■ About this task ■
The data is to be set down once more, exactly as it reads.

■ Information given ■
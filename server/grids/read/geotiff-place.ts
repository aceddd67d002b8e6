import { toProj4 } from 'geotiff-geokeys-to-proj4'
import type { Grid, TransformGrid } from '../../../shared/science/grid'
import { LayerRefused } from '../layer-refused'
import { type GeoKeys, geoKeysOf } from './geotiff-keys'
import { projectTo, unprojectFrom } from './project'
import { numberIn, numbersIn, type TiffDirectory, tags } from './tiff-directory'

type Transform = TransformGrid['transform']

/** Where the cells of a GeoTIFF are: axes for north-up degrees, else the transform and its projection. */
export function geotiffGrid(directory: TiffDirectory, fileName: string): Grid {
  const [rows, columns] = [numberIn(directory, tags.height, 0), numberIn(directory, tags.width, 0)]
  const affine = transformOf(directory)
  const keys = readKeys(directory, fileName)
  if (!affine || !keys) {
    throw unknownPlace(
      affine
        ? 'This TIFF file has no coordinate system, so nobody can tell where its cells are.'
        : 'This TIFF file carries no georeference: it is a picture without a place on the map.',
      fileName,
    )
  }
  // With pixel-is-point the tie point is the centre of its cell, with pixel-is-area (the default) its corner.
  const area = keys['GTRasterTypeGeoKey'] === 2 ? shift(affine, -0.5) : affine
  // The converter reads the keys it knows and ignores the rest; its type names them all as present.
  const crs = toProj4(keys as unknown as Parameters<typeof toProj4>[0])
  const problems = Object.keys(crs.errors ?? {}).filter((problem) => !problem.startsWith('vertical'))
  if (!crs.proj4 || problems.length > 0) {
    throw unknownPlace('The coordinate system of this TIFF file is not one Offing knows.', fileName, { problems })
  }
  const { x, y } = crs.coordinatesConversionParameters
  const transform: Transform = [
    area[0] * x, area[1] * x, area[2] * x, area[3] * y, area[4] * y, area[5] * y,
  ]
  if (transform.some((number) => !Number.isFinite(number)) || transform[1] * transform[5] === transform[2] * transform[4]) {
    throw unknownPlace('The georeference of this TIFF file is impossible.', fileName, { transform })
  }
  if (crs.isGCS && transform[2] === 0 && transform[4] === 0) return degreeGrid(transform, rows, columns, fileName)
  if (!crs.isGCS && crs.coordinatesUnits !== 'metre') {
    throw unknownPlace('The coordinate system of this TIFF file does not count in lengths.', fileName, {
      unit: crs.coordinatesUnits,
    })
  }
  const grid: TransformGrid = { kind: 'transform', rows, columns, transform, crs: crs.proj4.trim() }
  checkProjection(grid, fileName)
  return grid
}

function readKeys(directory: TiffDirectory, fileName: string): GeoKeys | null {
  try {
    return geoKeysOf(directory)
  } catch (error) {
    throw unknownPlace('The coordinate system of this TIFF file is damaged.', fileName, { reason: String(error) })
  }
}

function transformOf(directory: TiffDirectory): Transform | null {
  const matrix = numbersIn(directory, tags.transformation)
  if (matrix.length >= 8) return [matrix[3]!, matrix[0]!, matrix[1]!, matrix[7]!, matrix[4]!, matrix[5]!]
  const scale = numbersIn(directory, tags.pixelScale)
  const tie = numbersIn(directory, tags.tiepoint)
  // Several tie points are control points of a warp, not an affine placement.
  if (scale.length < 2 || tie.length !== 6) return null
  const [column, row, , x, y] = tie as [number, number, number, number, number, number]
  return [x - column * scale[0]!, scale[0]!, 0, y + row * scale[1]!, 0, -scale[1]!]
}

function shift([a, b, c, d, e, f]: Transform, cells: number): Transform {
  return [a + cells * (b + c), b, c, d + cells * (e + f), e, f]
}

function degreeGrid([x, dx, , y, , dy]: Transform, rows: number, columns: number, fileName: string): Grid {
  const latEdges = Float64Array.from({ length: rows + 1 }, (_, row) => y + row * dy)
  const lonEdges = Float64Array.from({ length: columns + 1 }, (_, column) => x + column * dx)
  const beyond = Math.max(Math.abs(latEdges[0]!), Math.abs(latEdges[rows]!)) - 90
  // Half a cell past the pole is common (centres on the pole) and is cut; more than that is no place on Earth.
  if (beyond > Math.abs(dy) * 0.51 || Math.abs(columns * dx) > 360 + Math.abs(dx) * 1.5 || Math.abs(x) > 1080) {
    throw unknownPlace('The georeference of this TIFF file leaves the globe.', fileName, { x, dx, y, dy })
  }
  const cut = latEdges.map((edge) => Math.min(90, Math.max(-90, edge)))
  return { kind: 'axes', rows, columns, latEdges: cut, lonEdges }
}

/** The projection must be one that can be undone at the raster's corners, else its cells have no place or area. */
function checkProjection({ transform: t, rows, columns, crs }: TransformGrid, fileName: string): void {
  const [project, unproject] = [projectTo(crs), unprojectFrom(crs)]
  const cell = Math.hypot(t[1], t[4])
  const corners = [[0, 0], [columns, 0], [0, rows], [columns, rows], [columns / 2, rows / 2]] as const
  const known = corners.some(([column, row]) => {
    const x = t[0] + t[1] * column + t[2] * row
    const y = t[3] + t[4] * column + t[5] * row
    const back = project(...unproject(x, y))
    return Math.hypot(back[0] - x, back[1] - y) < cell * 0.01
  })
  if (!known) throw unknownPlace('The map projection of this TIFF file cannot be turned into places.', fileName, { crs })
}

function unknownPlace(message: string, fileName: string, facts: Record<string, unknown> = {}): LayerRefused {
  return new LayerRefused('unknown-place', message, { fileName, ...facts })
}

■ Exercise result ■
filename server/grids/read/geotiff-place.ts
repository aceddd67d002b8e6
import { toProj4 } from 'geotiff-geokeys-to-proj4'
import type { Grid, TransformGrid } from '../../../shared/science/grid'
import { LayerRefused } from '../layer-refused'
import { type GeoKeys, geoKeysOf } from './geotiff-keys'
import { projectTo, unprojectFrom } from './project'
import { numberIn, numbersIn, type TiffDirectory, tags } from './tiff-directory'

type Transform = TransformGrid['transform']

/** Where the cells of a GeoTIFF are: axes for north-up degrees, else the transform and its projection. */
export function geotiffGrid(directory: TiffDirectory, fileName: string): Grid {
  const [rows, columns] = [numberIn(directory, tags.height, 0), numberIn(directory, tags.width, 0)]
  const affine = transformOf(directory)
  const keys = readKeys(directory, fileName)
  if (!affine || !keys) {
    throw unknownPlace(
      affine
        ? 'This TIFF file has no coordinate system, so nobody can tell where its cells are.'
        : 'This TIFF file carries no georeference: it is a picture without a place on the map.',
      fileName,
    )
  }
  // With pixel-is-point the tie point is the centre of its cell, with pixel-is-area (the default) its corner.
  const area = keys['GTRasterTypeGeoKey'] === 2 ? shift(affine, -0.5) : affine
  // The converter reads the keys it knows and ignores the rest; its type names them all as present.
  const crs = toProj4(keys as unknown as Parameters<typeof toProj4>[0])
  const problems = Object.keys(crs.errors ?? {}).filter((problem) => !problem.startsWith('vertical'))
  if (!crs.proj4 || problems.length > 0) {
    throw unknownPlace('The coordinate system of this TIFF file is not one Offing knows.', fileName, { problems })
  }
  const { x, y } = crs.coordinatesConversionParameters
  const transform: Transform = [
    area[0] * x, area[1] * x, area[2] * x, area[3] * y, area[4] * y, area[5] * y,
  ]
  if (transform.some((number) => !Number.isFinite(number)) || transform[1] * transform[5] === transform[2] * transform[4]) {
    throw unknownPlace('The georeference of this TIFF file is impossible.', fileName, { transform })
  }
  if (crs.isGCS && transform[2] === 0 && transform[4] === 0) return degreeGrid(transform, rows, columns, fileName)
  if (!crs.isGCS && crs.coordinatesUnits !== 'metre') {
    throw unknownPlace('The coordinate system of this TIFF file does not count in lengths.', fileName, {
      unit: crs.coordinatesUnits,
    })
  }
  const grid: TransformGrid = { kind: 'transform', rows, columns, transform, crs: crs.proj4.trim() }
  checkProjection(grid, fileName)
  return grid
}

function readKeys(directory: TiffDirectory, fileName: string): GeoKeys | null {
  try {
    return geoKeysOf(directory)
  } catch (error) {
    throw unknownPlace('The coordinate system of this TIFF file is damaged.', fileName, { reason: String(error) })
  }
}

function transformOf(directory: TiffDirectory): Transform | null {
  const matrix = numbersIn(directory, tags.transformation)
  if (matrix.length >= 8) return [matrix[3]!, matrix[0]!, matrix[1]!, matrix[7]!, matrix[4]!, matrix[5]!]
  const scale = numbersIn(directory, tags.pixelScale)
  const tie = numbersIn(directory, tags.tiepoint)
  // Several tie points are control points of a warp, not an affine placement.
  if (scale.length < 2 || tie.length !== 6) return null
  const [column, row, , x, y] = tie as [number, number, number, number, number, number]
  return [x - column * scale[0]!, scale[0]!, 0, y + row * scale[1]!, 0, -scale[1]!]
}

function shift([a, b, c, d, e, f]: Transform, cells: number): Transform {
  return [a + cells * (b + c), b, c, d + cells * (e + f), e, f]
}

function degreeGrid([x, dx, , y, , dy]: Transform, rows: number, columns: number, fileName: string): Grid {
  const latEdges = Float64Array.from({ length: rows + 1 }, (_, row) => y + row * dy)
  const lonEdges = Float64Array.from({ length: columns + 1 }, (_, column) => x + column * dx)
  const beyond = Math.max(Math.abs(latEdges[0]!), Math.abs(latEdges[rows]!)) - 90
  // Half a cell past the pole is common (centres on the pole) and is cut; more than that is no place on Earth.
  if (beyond > Math.abs(dy) * 0.51 || Math.abs(columns * dx) > 360 + Math.abs(dx) * 1.5 || Math.abs(x) > 1080) {
    throw unknownPlace('The georeference of this TIFF file leaves the globe.', fileName, { x, dx, y, dy })
  }
  const cut = latEdges.map((edge) => Math.min(90, Math.max(-90, edge)))
  return { kind: 'axes', rows, columns, latEdges: cut, lonEdges }
}

/** The projection must be one that can be undone at the raster's corners, else its cells have no place or area. */
function checkProjection({ transform: t, rows, columns, crs }: TransformGrid, fileName: string): void {
  const [project, unproject] = [projectTo(crs), unprojectFrom(crs)]
  const cell = Math.hypot(t[1], t[4])
  const corners = [[0, 0], [columns, 0], [0, rows], [columns, rows], [columns / 2, rows / 2]] as const
  const known = corners.some(([column, row]) => {
    const x = t[0] + t[1] * column + t[2] * row
    const y = t[3] + t[4] * column + t[5] * row
    const back = project(...unproject(x, y))
    return Math.hypot(back[0] - x, back[1] - y) < cell * 0.01
  })
  if (!known) throw unknownPlace('The map projection of this TIFF file cannot be turned into places.', fileName, { crs })
}

function unknownPlace(message: string, fileName: string, facts: Record<string, unknown> = {}): LayerRefused {
  return new LayerRefused('unknown-place', message, { fileName, ...facts })
}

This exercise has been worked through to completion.